It works the same way as a normal fsck: it will only show the lost blocks. For all other checks and repairs, an unmount of the filesystem is necessary.

Topics: GPFS

GPFS introduction

GPFS is a concurrent file system. It is a product of IBM and is short for General Parallel File System. It is a high-performance shared-disk file system that can provide fast data access from all nodes in a homogenous or heterogenous cluster of IBM UNIX servers running either the AIX or the Linux operating system.

All nodes in a GPFS cluster have the same GPFS journaled filesystem mounted, allowing multiple nodes to be active at the same time on the same data.

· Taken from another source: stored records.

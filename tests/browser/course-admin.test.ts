// Running a course in a real browser: the site admin creates a course for the demo instructor, who
// publishes a lab and imports two students from a CSV (one with an account, one invited by e-mail); the
// invited one follows the e-mailed link, chooses a password and finds the course home with the lab that
// is due next.
import type { Browser } from "playwright-core";
import { afterAll, beforeAll, describe, expect, it } from "vitest";
import { baseURL, demo, launch, newPage, signIn } from "./harness";

let browser: Browser;
beforeAll(async () => {
  browser = await launch();
});
afterAll(async () => {
  await browser?.close();
});

const DAY = 24 * 3600 * 1000;

describe("a new course from creation to a student's course home", () => {
  it("admin creates, instructor imports two students, one joins and sees the next lab due", async () => {
    const tag = Date.now().toString(36).slice(-5).toUpperCase();
    const code = `ELM-9${tag}`;
    const title = `Bench Practice ${tag}`;
    const joining = { name: `Rowan Joiner ${tag}`, email: `rowan.${tag.toLowerCase()}@larkmoor-tech.example`, password: "a-long-password-1" };
    const invited = { name: `Sam Invitee ${tag}`, email: `sam.${tag.toLowerCase()}@larkmoor-tech.example` };

    // The joining student has an account already (they signed up for the demo course with its join code).
    const s = await newPage(browser);
    await s.page.goto("/signup");
    await s.page.getByLabel("Your name").fill(joining.name);
    await s.page.getByLabel("E-mail").fill(joining.email);
    await s.page.getByLabel("Password").fill(joining.password);
    await s.page.getByLabel("Course join code").fill("LARK-214");
    await s.page.getByRole("button", { name: /create|sign up|join/i }).click();
    await s.page.waitForURL((u) => !u.pathname.startsWith("/signup"), { timeout: 20_000 });
    await s.context.close();

    // 1. The site admin lands on a page listing every course and creates one.
    const a = await newPage(browser);
    await signIn(a.page, demo.admin);
    await a.page.getByRole("heading", { name: "Every course on the site" }).waitFor();
    await a.page.getByRole("link", { name: "Create a course" }).click();
    await a.page.waitForURL(/\/admin\/courses$/);
    const form = a.page.getByRole("form", { name: "Create a course" });
    await form.getByLabel("Course code").fill(code);
    await form.getByLabel("Title").fill(title);
    await form.getByLabel("Term").fill("Summer 2027");
    await form.getByLabel("Institution").fill("Larkmoor Technical College");
    await form.getByLabel("Instructor's e-mail").fill(demo.instructor);
    await form.getByRole("button", { name: "Create course" }).click();
    await a.page.getByText(`${code} is created with join code`).waitFor();
    await a.page.getByRole("row", { name: new RegExp(code) }).waitFor();
    await a.context.close();

    // 2. The instructor finds the course, publishes a lab due in three days, and imports two students.
    const i = await newPage(browser);
    await signIn(i.page, demo.instructor);
    await i.page.getByRole("link", { name: title }).click();
    await i.page.waitForURL(/\/courses\/[0-9a-f-]{36}$/);
    const courseUrl = i.page.url();
    const courseId = courseUrl.split("/").pop()!;
    const lab = await i.context.request.post(`/api/courses/${courseId}/labs`, {
      headers: { origin: baseURL },
      data: {
        title: "Burden on the bench",
        templateKey: "shunt-burden",
        spec: { template: "shunt-burden", parameters: { supplyVoltage: { mode: "fixed", value: 5 }, loadResistance: { mode: "range", min: 100, max: 470, series: "E12", tolerancePercent: 1 }, shuntResistance: { mode: "fixed", value: 10, tolerancePercent: 1 } } },
        questions: [{ quantity: "trueCurrent", kind: "prediction", points: 2 }],
        attemptsAllowed: 3,
        counting: "best",
        latePenaltyPercentPerDay: 10,
        lateFloorPercent: 50,
        showExpected: "after_attempt",
        opensAt: new Date(Date.now() - DAY).toISOString(),
        dueAt: new Date(Date.now() + 3 * DAY + 3600_000).toISOString(),
      },
    });
    expect(lab.status()).toBe(201);
    const labId = (await lab.json()).lab.id;
    expect((await i.context.request.patch(`/api/labs/${labId}`, { headers: { origin: baseURL }, data: { status: "published" } })).status()).toBe(200);

    await i.page.getByRole("link", { name: "Roster" }).click();
    await i.page.waitForURL(/\/roster$/);
    await i.page.getByLabel("Or paste the rows").fill(`name,email,section\n${joining.name},${joining.email},B1\n${invited.name},${invited.email},B2\n`);
    await i.page.getByRole("button", { name: "Preview import" }).click();
    const preview = i.page.getByRole("table", { name: "Import preview" });
    await preview.waitFor();
    expect(await preview.getByRole("row", { name: /existing account to add/ }).count()).toBe(1);
    expect(await preview.getByRole("row", { name: /new account to invite/ }).count()).toBe(1);
    await i.page.getByRole("button", { name: "Import 2 students" }).click();
    await i.page.getByText("2 students added to the course").waitFor();
    await i.page.getByRole("cell", { name: invited.email }).waitFor();
    await i.context.close();

    // 3. The invited student's message arrives (queue, worker, local SMTP); its link sets a password.
    const admin = await newPage(browser);
    await signIn(admin.page, demo.admin);
    let link = "";
    await expect
      .poll(
        async () => {
          const r = await admin.context.request.get(`/api/dev/mail?to=${encodeURIComponent(invited.email)}`);
          const messages = r.ok() ? ((await r.json()).messages as { html: string }[]) : [];
          // the message's button: <a href="http://…/reset-password/TOKEN">
          link = /href="[^"]*?(\/reset-password\/[^"]+)"/.exec(messages[0]?.html ?? "")?.[1] ?? "";
          return link;
        },
        { timeout: 40_000, interval: 1000 },
      )
      .not.toBe("");
    await admin.context.close();

    const j = await newPage(browser);
    await j.page.goto(link);
    await j.page.getByLabel("New password", { exact: true }).fill(joining.password);
    await j.page.getByLabel("New password again").fill(joining.password);
    await j.page.getByRole("button", { name: "Save the new password" }).click();
    await j.page.getByRole("status").getByRole("link", { name: "Sign in" }).waitFor();

    // 4. The student signs in and opens the course: the next lab due, with the time left.
    await signIn(j.page, invited.email, joining.password);
    await j.page.getByRole("link", { name: title }).click();
    await j.page.waitForURL(courseUrl);
    const next = j.page.getByRole("region", { name: "Next lab due" });
    await next.waitFor();
    expect(await next.getByRole("link", { name: "Burden on the bench" }).count()).toBe(1);
    expect(await next.textContent()).toMatch(/3 days( 0 hours| 1 hour)? left/);
    expect(await j.page.getByText(/Your section: B2/).count()).toBe(1);
    await j.page.screenshot({ path: "tests/.artifacts/course-home-student.png", fullPage: true });
    await j.context.close();
  });
});
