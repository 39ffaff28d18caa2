// Shared set-up for browser tests: Debian's chromium driven by playwright-core against the production
// build that scripts/test.ts serves (SHUNTWISE_TEST_URL). Each test file opens one browser.
import { chromium, type Browser, type BrowserContext, type Page } from "playwright-core";

export const baseURL = process.env.SHUNTWISE_TEST_URL ?? "http://127.0.0.1:3100";

export const demo = {
  password: "bench-demo-2026",
  admin: "admin@larkmoor-tech.example",
  instructor: "instructor@larkmoor-tech.example",
  ta: "ta.one@larkmoor-tech.example",
  student: "student.one@larkmoor-tech.example",
  student2: "student.two@larkmoor-tech.example",
};

export async function launch(): Promise<Browser> {
  // playwright gives every launch a fresh, empty profile folder of its own.
  return chromium.launch({
    executablePath: process.env.CHROMIUM_PATH ?? "/usr/bin/chromium",
    args: [
      "--headless",
      "--no-sandbox",
      "--disable-gpu",
      "--disable-quic",
      "--no-first-run",
      "--disable-background-networking",
      "--disable-component-update",
      "--disable-sync",
    ],
  });
}

export async function newPage(browser: Browser): Promise<{ context: BrowserContext; page: Page }> {
  const context = await browser.newContext({ baseURL });
  const page = await context.newPage();
  return { context, page };
}

/** Signs in through the real sign-in form and waits for the home page. */
export async function signIn(page: Page, email: string, password = demo.password): Promise<void> {
  await page.goto("/signin");
  await page.getByLabel("E-mail").fill(email);
  await page.getByLabel("Password").fill(password);
  await page.getByRole("button", { name: "Sign in" }).click();
  await page.waitForURL((url) => !url.pathname.startsWith("/signin"), { timeout: 20_000 });
}
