// Flow 4 in a real browser: a demo student submits an attempt; the site admin finds the graded message
// in the development mailbox (HTML and text), follows its link to the attempt page; the student opens the
// same link and sees the graded attempt. The lab (a fixed circuit) is made here through the API.
import fs from "node:fs";
import path from "node:path";
import type { Browser, BrowserContext, Page } from "playwright-core";
import { afterAll, beforeAll, describe, expect, it } from "vitest";
import { fixedLabBody } from "../support/mail";
import { baseURL, demo, launch, newPage, signIn } from "./harness";

let browser: Browser;
let staff: { context: BrowserContext; page: Page };
let student: { context: BrowserContext; page: Page };
let admin: { context: BrowserContext; page: Page };
let labId: string;
const TITLE = `Mail lab ${Date.now().toString(36)}`;
const shots = path.join(import.meta.dirname, "..", ".artifacts");

async function apiJson(context: BrowserContext, method: "GET" | "POST" | "PATCH", url: string, data?: unknown) {
  const res = await context.request.fetch(url, { method, data, headers: data ? { "content-type": "application/json", origin: baseURL } : undefined });
  return { status: res.status(), body: await res.json().catch(() => null) };
}

beforeAll(async () => {
  fs.mkdirSync(shots, { recursive: true });
  browser = await launch();
  staff = await newPage(browser);
  student = await newPage(browser);
  admin = await newPage(browser);
  await signIn(staff.page, demo.instructor);
  await signIn(student.page, demo.student2);
  await signIn(admin.page, demo.admin);
  const courses = await apiJson(staff.context, "GET", "/api/courses");
  const course = (courses.body.courses as { id: string; code: string; role: string }[]).find((c) => c.code === "ELM-214" && c.role === "instructor");
  const created = await apiJson(staff.context, "POST", `/api/courses/${course!.id}/labs`, fixedLabBody(TITLE));
  expect(created.status).toBe(201);
  labId = created.body.lab.id;
  expect((await apiJson(staff.context, "PATCH", `/api/labs/${labId}`, { status: "published" })).status).toBe(200);
});

afterAll(async () => {
  await browser?.close();
});

describe("flow 4: graded e-mail", () => {
  it("from a submission to the message in the development mailbox and its link back to the attempt", async () => {
    const page = student.page;
    await page.goto(`/labs/${labId}`);
    // the form registers its fields when it hydrates (the button is enabled then): type after that
    const submit = page.getByRole("button", { name: "Submit for grading" });
    await expect.poll(() => submit.isEnabled(), { timeout: 20_000 }).toBe(true);
    // Ohm's law on the fixed circuit: 3.3 V / 1 kΩ = 3.3 mA (2 points); "1 A" for the metered current is wrong (0 of 3)
    await page.getByLabel("1. Current without the meter").fill("3.3 mA");
    await page.getByLabel("2. Current the meter shows").fill("1 A");
    await submit.click();
    // the attempt's page; while it has not come, what the form says (a failure then names the reason)
    const arrived = async () => (/\/attempts\/[0-9a-f-]{36}$/.test(page.url()) ? "on the attempt page" : `on ${page.url()}: ${(await page.getByTestId("submission-form").innerText().catch(() => "")).slice(-300)}`);
    await expect.poll(arrived, { timeout: 60_000 }).toBe("on the attempt page");
    const attemptPath = new URL(page.url()).pathname;

    // the admin's mailbox: the message arrives through the queue, the worker and the local SMTP server
    const box = admin.page;
    const message = box.getByTestId("mail-message").filter({ hasText: TITLE });
    await expect
      .poll(
        async () => {
          await box.goto(`/dev/mailbox?to=${encodeURIComponent(demo.student2)}`);
          return message.count();
        },
        { timeout: 40_000, interval: 1000 },
      )
      .toBe(1);
    expect(await message.getByRole("heading").textContent()).toContain("2 / 5");
    await message.getByText("As plain text").click();
    expect(await message.locator("pre").textContent()).toContain("Score: 2 / 5 points");
    await box.screenshot({ path: path.join(shots, "mailbox.png"), fullPage: false });

    // the link in the HTML message opens the attempt page
    const frame = message.frameLocator("iframe");
    const link = frame.getByRole("link", { name: "Open the attempt" });
    const href = await link.getAttribute("href");
    expect(new URL(href!).pathname).toBe(attemptPath);
    const [opened] = await Promise.all([admin.context.waitForEvent("page", { timeout: 20_000 }), link.click()]);
    await opened.waitForURL((u) => u.pathname === attemptPath, { timeout: 20_000 });
    await opened.close();

    // the student, following the same link, sees the graded attempt
    await page.goto(href!);
    await expect.poll(() => page.getByTestId("score-value").textContent()).toMatch(/^2\b/);
    await page.screenshot({ path: path.join(shots, "mail-link-attempt.png") });
  });
});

A specific use for GPFS is RAC, Oracle's Real Application Cluster. In a RAC cluster multiple instances are active (sharing the workload) and provide a near "Allways-On" database operation. The Oracle RAC software relies on IBM's HACMP software to achieve high availability for hardware and the operating system AIX. For storage it utilizes the concurrent filesystem called GPFS.

Data availability

GPFS is fault tolerant and can be configured for continued access to data even if cluster nodes or storage systems fail. This is accomplished though robust clustering features and support for data replication. GPFS continuously monitors the health of the file system components. When failures are detected appropriate recovery action is taken automatically. Extensive logging and recovery capabilities are provided which maintain metadata consistency when application nodes holding locks or performing services fail. Data replication is available for journal logs, metadata and data. Replication allows for continuous operation even if a path to a disk or a disk itself fails. GPFS Version 3.2 further enhances clustering robustness with connection retries. If the LAN connection to a node fails GPFS will automatically try and reestablish the connection before making the node unavailable. This provides for better uptime in environments experiencing network issues. Using these features along with a high availability infrastructure ensures a reliable enterprise storage solution.

GPFS interaction with AIX

GPFS is a means to provide a journaled filesystem that can be mounted on multiple nodes simultaneously. GPFS stripes the data across all disks that belong to that file system. GPFS has a somewhat different approach of dealing with AIX volume groups and disks as we're used to; also mirroring is done in a different way.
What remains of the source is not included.